Но если даже считать, что он смирился перед чудищем Челлини, зато он дал себе волю и в "Кола Брюньоне" и в "Собаке на сене". Да, он смирился перед духом отца Гамлета и Фортинбрасом, но он своенравно заковал самого Датского принца в тяжелые языковые доспехи, которые впору были скорее мужественному отцу Гамлета. Да, он смирился перед суровой торжественностью "Божественной комедии", но - увы! - в угоду велелепию он сам смирил и осерьезнил живой, народный, новый для своего времени итальянский язык Данте, запечатав его для простого смертного семью печатями своей учености.
Трудно скинуть со счетов дань, приносимую Лозинским тиранической форме, которая, по его собственным словам, "требует жертв" и часто получала их от него в виде следования эквилинеарности, напряженного и связанного синтаксиса и т. п.
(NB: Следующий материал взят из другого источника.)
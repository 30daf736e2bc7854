package exact

import (
	"context"
	"math/big"
)

// Interval holds exactly one real root of a polynomial: either the root
// itself, where Lo and Hi are equal, or the open interval from Lo to Hi whose
// ends are no roots.
type Interval struct{ Lo, Hi *big.Rat }

// IsPoint reports whether the root is known to be the rational number Lo.
func (v Interval) IsPoint() bool { return v.Lo.Cmp(v.Hi) == 0 }

// Width returns Hi − Lo.
func (v Interval) Width() *big.Rat { return new(big.Rat).Sub(v.Hi, v.Lo) }

// Midpoint returns the middle of the interval.
func (v Interval) Midpoint() *big.Rat {
	m := new(big.Rat).Add(v.Lo, v.Hi)
	return m.Mul(m, big.NewRat(1, 2))
}

// IsolateRealRoots returns disjoint intervals, in ascending order, for the
// distinct real roots of p in the closed range from lo to hi; a nil end is
// infinite. It returns nil for the zero polynomial. The intervals lie within
// the range.
//
// Roots are separated by Descartes' rule of signs on divided intervals
// (G. E. Collins and A. G. Akritas, Proceedings of SYMSAC 1976, 272–275),
// in exact arithmetic.
func IsolateRealRoots(p Poly, lo, hi *big.Rat) []Interval {
	roots, err := IsolateRealRootsContext(context.Background(), p, lo, hi)
	if err != nil {
		panic("exact: the background context ended")
	}
	return roots
}

// CountRealRoots returns the number of distinct real roots of p in the closed
// range from lo to hi, a nil end being infinite; 0 for the zero polynomial.
func CountRealRoots(p Poly, lo, hi *big.Rat) int { return len(IsolateRealRoots(p, lo, hi)) }

// IsolateRealRootsContext is IsolateRealRoots with a way to stop it; the
// error is the context's.
func IsolateRealRootsContext(ctx context.Context, p Poly, lo, hi *big.Rat) ([]Interval, error) {
	if p.Degree() < 1 || lo != nil && hi != nil && lo.Cmp(hi) > 0 {
		return nil, ctx.Err()
	}
	q := p.Radical()
	zero := new(big.Rat)
	var roots []Interval
	if lo == nil || lo.Sign() < 0 {
		// The negative part mirrored; the root 0 comes with the other part.
		to := zero
		if hi != nil && hi.Sign() < 0 {
			to = new(big.Rat).Neg(hi)
		}
		mirrored, err := isolatePositive(ctx, q.ScaleArgument(big.NewRat(-1, 1)).Primitive(), to, negated(lo))
		if err != nil {
			return nil, err
		}
		for k := len(mirrored) - 1; k >= 0; k-- {
			v := Interval{negated(mirrored[k].Hi), negated(mirrored[k].Lo)}
			if v.Lo.Sign() != 0 {
				roots = append(roots, v)
			}
		}
		lo = zero
	}
	if hi == nil || hi.Sign() >= 0 {
		right, err := isolatePositive(ctx, q, lo, hi)
		if err != nil {
			return nil, err
		}
		roots = append(roots, right...)
	}
	for i, v := range roots {
		if !v.IsPoint() {
			roots[i] = clearEnds(q, v)
		}
	}
	return roots, ctx.Err()
}

// negated returns −r, nil for nil.
func negated(r *big.Rat) *big.Rat {
	if r == nil {
		return nil
	}
	return new(big.Rat).Neg(r)
}

// clearEnds moves the ends of an open interval with one root of a square-free
// q away from other roots of q.
func clearEnds(q Poly, v Interval) Interval {
	loRoot, hiRoot := q.EvalSign(v.Lo) == 0, q.EvalSign(v.Hi) == 0
	if loRoot {
		q = divideRoot(q, v.Lo)
	}
	if hiRoot {
		q = divideRoot(q, v.Hi)
	}
	sign := q.EvalSign(v.Lo)
	for loRoot || hiRoot {
		mid := v.Midpoint()
		switch q.EvalSign(mid) {
		case 0:
			return Interval{mid, mid}
		case sign:
			v.Lo, loRoot = mid, false
		default:
			v.Hi, hiRoot = mid, false
		}
	}
	return v
}

// isolatePositive isolates the roots of a square-free q in [lo, hi] with
// 0 ≤ lo; hi may be nil.
func isolatePositive(ctx context.Context, q Poly, lo, hi *big.Rat) ([]Interval, error) {
	var out, last []Interval
	if q.EvalSign(lo) == 0 {
		out = append(out, Interval{lo, lo})
		q = divideRoot(q, lo)
	}
	if hi != nil && hi.Cmp(lo) > 0 && q.EvalSign(hi) == 0 {
		last = append(last, Interval{hi, hi})
		q = divideRoot(q, hi)
	}
	q = q.Shift(-q.Order())
	above, ok := positiveBound(q)
	if !ok || hi != nil && hi.Cmp(lo) == 0 {
		return append(out, last...), ctx.Err()
	}
	below, _ := positiveBound(q.Reverse())
	lo = maxRat(lo, below.Inv(below))
	if hi == nil || hi.Cmp(above) > 0 {
		hi = above
	}
	switch {
	case lo.Cmp(hi) >= 0:
	case coefficientVariations(q.c) == 1: // one positive root
		if q.EvalSign(lo) != q.EvalSign(hi) {
			out = append(out, Interval{lo, hi})
		}
	default:
		z := newIsolator(ctx, q)
		if err := z.spread(lo, hi); err != nil {
			return nil, err
		}
		out = append(out, z.found...)
	}
	return append(out, last...), ctx.Err()
}

func maxRat(a, b *big.Rat) *big.Rat {
	if a.Cmp(b) < 0 {
		return b
	}
	return a
}

// floorLog2 returns the integer k with 2^k ≤ r < 2^(k+1), for r > 0.
func floorLog2(r *big.Rat) int {
	k := r.Num().BitLen() - r.Denom().BitLen() // 2^(k−1) < r < 2^(k+1)
	if r.Cmp(powerOfTwo(k)) < 0 {
		k--
	}
	return k
}

// divideRoot returns q/(s − r), primitive.
func divideRoot(q Poly, r *big.Rat) Poly {
	return q.Quo(NewPoly(new(big.Rat).Neg(r), big.NewRat(1, 1))).Primitive()
}

// positiveBound returns a power of two greater than every positive root of p,
// which is not zero, and whether there can be any: twice the largest
// |c[n−k]/c[n]|^(1/k) over the coefficients of the sign opposite to that of
// c[n] (J. B. Kioustelidis, Journal of Computational and Applied Mathematics
// 16 (1986) 241–244), with exponents rounded up.
func positiveBound(p Poly) (*big.Rat, bool) {
	n := p.Degree()
	sign := p.c[n].Sign()
	top := p.c[n].BitLen() - 1 // |c[n]| ≥ 2^top
	best, any := 0, false
	for k := 1; k <= n; k++ {
		if v := p.c[n-k]; v.Sign() == -sign {
			e := ceilDiv(v.BitLen()-top, k) // |c[n−k]/c[n]| < 2^(k·e)
			if !any || e > best {
				best, any = e, true
			}
		}
	}
	return powerOfTwo(best + 1), any
}

// ceilDiv returns ⌈a/b⌉ for b > 0.
func ceilDiv(a, b int) int {
	q := a / b
	if a%b > 0 {
		q++
	}
	return q
}

// powerOfTwo returns 2^e.
func powerOfTwo(e int) *big.Rat {
	x := new(big.Int).Lsh(bigOne, uint(max(e, -e)))
	if e < 0 {
		return new(big.Rat).SetFrac(bigOne, x)
	}
	return new(big.Rat).SetInt(x)
}
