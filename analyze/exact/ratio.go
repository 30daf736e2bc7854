package exact

import (
	"errors"
	"math/big"
)

// ErrZeroDenominator is returned where a rational function would get the
// denominator zero.
var ErrZeroDenominator = errors.New("the denominator of a rational function is zero")

// Ratio is an immutable rational function of s over the rational numbers in
// lowest terms with a monic denominator; build it with NewRatio. The zero
// value is the function 0 (its Den is read as 1).
type Ratio struct{ Num, Den Poly }

// NewRatio returns num/den in lowest terms, or ErrZeroDenominator.
func NewRatio(num, den Poly) (Ratio, error) {
	if den.IsZero() {
		return Ratio{}, ErrZeroDenominator
	}
	return reduced(num, den), nil
}

// PolyRatio returns p/1.
func PolyRatio(p Poly) Ratio { return Ratio{p, PolyFromInt64s(1)} }

// ConstantRatio returns the constant function r.
func ConstantRatio(r *big.Rat) Ratio { return PolyRatio(Constant(r)) }

// reduced cancels the common factor; den is not zero.
func reduced(num, den Poly) Ratio {
	if num.IsZero() {
		return PolyRatio(Poly{})
	}
	if den.Degree() > 0 {
		if g := GCD(num, den); g.Degree() > 0 {
			num, den = num.Quo(g), den.Quo(g)
		}
	}
	return normalized(num, den)
}

// normalized makes the denominator of a fraction in lowest terms monic.
func normalized(num, den Poly) Ratio {
	l := den.Leading()
	return Ratio{num.Scale(l.Inv(l)), den.Monic()}
}

func (f Ratio) den() Poly {
	if f.Den.IsZero() {
		return PolyFromInt64s(1)
	}
	return f.Den
}

// IsZero reports whether f is the zero function.
func (f Ratio) IsZero() bool { return f.Num.IsZero() }

// IsConstant reports whether f does not depend on s.
func (f Ratio) IsConstant() bool { return f.Num.IsConstant() && f.den().IsConstant() }

// Equal reports whether f and g are the same function.
func (f Ratio) Equal(g Ratio) bool { return f.Num.Equal(g.Num) && f.den().Equal(g.den()) }

// Add returns f + g.
func (f Ratio) Add(g Ratio) Ratio { return f.combine(g, Poly.Add) }

// Sub returns f − g.
func (f Ratio) Sub(g Ratio) Ratio { return f.combine(g, Poly.Sub) }

// combine adds or subtracts over the least common denominator. Common factors
// of the result can only come from the common factor of the denominators
// (P. Henrici, Journal of the ACM 3 (1956) 6–9).
func (f Ratio) combine(g Ratio, op func(Poly, Poly) Poly) Ratio {
	a, b := f.den(), g.den()
	if a.Equal(b) {
		return reduced(op(f.Num, g.Num), a)
	}
	d := GCD(a, b)
	if d.Degree() <= 0 {
		num := op(f.Num.Mul(b), g.Num.Mul(a))
		if num.IsZero() {
			return PolyRatio(num)
		}
		return normalized(num, a.Mul(b))
	}
	a1, b1 := a.Quo(d), b.Quo(d)
	num := op(f.Num.Mul(b1), g.Num.Mul(a1))
	if num.IsZero() {
		return PolyRatio(num)
	}
	h := GCD(num, d)
	return normalized(num.Quo(h), a1.Mul(b.Quo(h)))
}

// Neg returns −f.
func (f Ratio) Neg() Ratio { return Ratio{f.Num.Neg(), f.den()} }

// Mul returns f·g.
func (f Ratio) Mul(g Ratio) Ratio {
	if f.IsZero() || g.IsZero() {
		return PolyRatio(Poly{})
	}
	x, y := GCD(f.Num, g.den()), GCD(g.Num, f.den())
	return normalized(f.Num.Quo(x).Mul(g.Num.Quo(y)), f.den().Quo(y).Mul(g.den().Quo(x)))
}

// Inv returns 1/f, or ErrZeroDenominator if f is zero.
func (f Ratio) Inv() (Ratio, error) {
	if f.IsZero() {
		return Ratio{}, ErrZeroDenominator
	}
	return normalized(f.den(), f.Num), nil
}

// Quo returns f/g, or ErrZeroDenominator if g is zero.
func (f Ratio) Quo(g Ratio) (Ratio, error) {
	inv, err := g.Inv()
	if err != nil {
		return Ratio{}, err
	}
	return f.Mul(inv), nil
}

// ScaleBy returns r·f.
func (f Ratio) ScaleBy(r *big.Rat) Ratio {
	if r.Sign() == 0 {
		return PolyRatio(Poly{})
	}
	return Ratio{f.Num.Scale(r), f.den()}
}

// ScaleArgument returns f(r·s) for r ≠ 0.
func (f Ratio) ScaleArgument(r *big.Rat) Ratio {
	if r.Sign() == 0 {
		panic("exact: argument of a rational function scaled by zero")
	}
	return normalized(f.Num.ScaleArgument(r), f.den().ScaleArgument(r))
}

// Eval returns f(r) and whether r is no pole of f.
func (f Ratio) Eval(r *big.Rat) (*big.Rat, bool) {
	d := f.den().Eval(r)
	if d.Sign() == 0 {
		return nil, false
	}
	return d.Quo(f.Num.Eval(r), d), true
}

// EvalGaussian returns the real and imaginary parts of f(re + j·im) and
// whether that point is no pole of f.
func (f Ratio) EvalGaussian(re, im *big.Rat) (*big.Rat, *big.Rat, bool) {
	nr, ni := f.Num.EvalGaussian(re, im)
	dr, di := f.den().EvalGaussian(re, im)
	if dr.Sign() == 0 && di.Sign() == 0 {
		return nil, nil, false
	}
	qr, qi := quoGaussian(nr, ni, dr, di)
	return qr, qi, true
}

// quoGaussian returns (ar + j·ai)/(br + j·bi); the divisor is not zero.
func quoGaussian(ar, ai, br, bi *big.Rat) (*big.Rat, *big.Rat) {
	var t, u, n big.Rat
	n.Add(t.Mul(br, br), u.Mul(bi, bi))
	re := new(big.Rat).Add(t.Mul(ar, br), u.Mul(ai, bi))
	im := new(big.Rat).Sub(t.Mul(ai, br), u.Mul(ar, bi))
	return re.Quo(re, &n), im.Quo(im, &n)
}

// Derivative returns df/ds.
func (f Ratio) Derivative() Ratio {
	// f = n/d; with g = gcd(d, d'), (n'·(d/g) − n·(d'/g)) / (d·(d/g)) is in
	// lowest terms up to factors of g.
	d := f.den()
	dd := d.Derivative()
	if dd.IsZero() {
		return Ratio{f.Num.Derivative(), d}
	}
	g := GCD(d, dd)
	w := d.Quo(g)
	return reduced(f.Num.Derivative().Mul(w).Sub(f.Num.Mul(dd.Quo(g))), d.Mul(w))
}

// ProperPart splits f = polynomial + rest with rest strictly proper.
func (f Ratio) ProperPart() (polynomial Poly, rest Ratio) {
	q, r := f.Num.DivMod(f.den())
	if r.IsZero() {
		return q, PolyRatio(r)
	}
	return q, Ratio{r, f.den()}
}

// String returns f as numerator and denominator, for messages and tests.
func (f Ratio) String() string {
	if f.den().IsOne() {
		return f.Num.String()
	}
	return "(" + f.Num.String() + ")/(" + f.den().String() + ")"
}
Но так же бесцельно было бы, в частности, подсчитывать у Лозинского процент торжественности, породившей "Гамлета", и процент хорошего "озорства", породившего "Собаку на сене", как бесцельно было высчитывать процент положительных и отрицательных героев в литературе. Ведь иначе дело свелось бы и в переводе к механическому подсчету процента использования переводчиком соответствий, тогда как суть вопроса в единственном (на обозримом участке) и в данных условиях практически неповторимом (вследствие фактора времени, наслоения восприятий и пр.) комплексе элементов, вернее, их сплаве.
И одним из характерных признаков индивидуальности переводчика можно, условно говоря, считать как раз накал тока, сплавляющий воедино все эти элементы.
Следовательно, вопрос этот требует сугубо индивидуального подхода. Поспешные обобщения тут опасны уже потому, что в пределах даже одной творческой индивидуальности вмещается столько труднообъяснимого, неожиданно противоречивого, а подчас и парадоксального, требующего всякий раз конкретного рассмотрения.